**PROBLEM STATEMENT**
Search the records for "certainLevels". Copy every line where it appears.

╭─ DATASET RECORDS

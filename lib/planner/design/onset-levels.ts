import { blurredLevels } from './blurred-levels';
import { certainLevels, roomFor } from './certain-levels';
import type { Reading } from './posterior';
import { expectedVariance } from './posterior';
import type { Atoms, Prior } from './prior';
import { mirrored, pooled } from './prior';
import type { Settable } from './settable';

const REPORT_ATOMS = 250;

/** One predicted onset, ready to be designed for. Doses; `apart`: the smallest step. */
export type OnsetTask = {
  prior: Prior;
  atoms: Atoms;
  reading: Reading;
  oscillates: 'above' | 'below';
  wanted: number;
  apart: number;
};

export function onsetTask(
  prior: Prior,
  request: {
    blur: number;
    replicates: number;
    oscillates: 'above' | 'below';
    levels: number;
    limits?: { smallestStep?: number };
  },
): OnsetTask {
  return {
    prior,
    atoms: request.blur > 0 ? pooled(prior.atoms, REPORT_ATOMS) : prior.atoms,
    reading: { blur: request.blur, replicates: request.replicates },
    oscillates: request.oscillates,
    wanted: request.levels,
    apart: request.limits?.smallestStep ?? 0,
  };
}

/** E[Var(onset | verdicts)] of any set of onset levels under the task. */
export function varianceOf(task: OnsetTask, levels: readonly number[]): number {
  // At certain verdicts a draw that equals a dose counts as steady-side on either axis.
  if (task.reading.blur > 0 || task.oscillates === 'above') {
    return expectedVariance(task.prior, task.atoms, levels, task.reading);
  }
  return expectedVariance(
    mirrored(task.prior),
    task.atoms,
    levels.map((d) => -d),
    task.reading,
  );
}

const flipped = (set: Settable): Settable => ({
  low: -set.high,
  high: -set.low,
  grid: set.grid ? negative(set.grid) : null,
  path: null,
});

/** 0 − d, not −d: no negative zero among the doses. */
const negative = (doses: readonly number[]) => doses.map((d) => 0 - d).reverse();

/** Least distance of neighbouring levels where none is asked for: they stay different doses. */
const LEAST_APART = 1e-3;

function search(task: OnsetTask, set: Settable, equal: readonly number[]): number[] {
  const k = roomFor(set, task.wanted, task.apart);
  const certain = certainLevels(task.prior, set, k, task.apart);
  if (task.reading.blur === 0 || task.prior.sd === 0 || k === 0) return certain;
  const apart = Math.max(
    task.apart,
    set.grid ? 0 : Math.min(task.prior.sd, (set.high - set.low) / (k + 1)) * LEAST_APART,
  );
  const { prior, reading } = task;
  const blurred = blurredLevels(prior, set, reading, certain, equal, apart);
  const kept = [blurred, certain, ...(fits(equal, set, k, apart) ? [equal] : [])];
  const costs = kept.map((levels) => expectedVariance(prior, task.atoms, levels, reading));
  return [...kept[costs.indexOf(Math.min(...costs))]!];
}

function fits(levels: readonly number[], set: Settable, k: number, apart: number): boolean {
  return (
    levels.length === k &&
    levels.every(
      (d, i) =>
        d >= set.low &&
        d <= set.high &&
        (set.grid === null || set.grid.includes(d)) &&
        (i === 0 || d - levels[i - 1]! >= apart),
    )
  );
}

/** The best onset levels within one settable set, rising, and what they leave of the variance. */
export function onsetLevels(
  task: OnsetTask,
  set: Settable,
  equal: readonly number[],
): { doses: number[]; variance: number } {
  const doses =
    task.oscillates === 'above'
      ? search(task, set, equal)
      : negative(
          search(
            { ...task, prior: mirrored(task.prior), atoms: mirroredAtoms(task) },
            flipped(set),
            negative(equal),
          ),
        );
  return { doses, variance: varianceOf(task, doses) };
}

function mirroredAtoms(task: OnsetTask): Atoms {
  return mirrored({ ...task.prior, atoms: task.atoms }).atoms;
}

╰─

**OUTPUT OF THE TASK**
import { certainLevels, roomFor } from './certain-levels';
  const certain = certainLevels(task.prior, set, k, task.apart);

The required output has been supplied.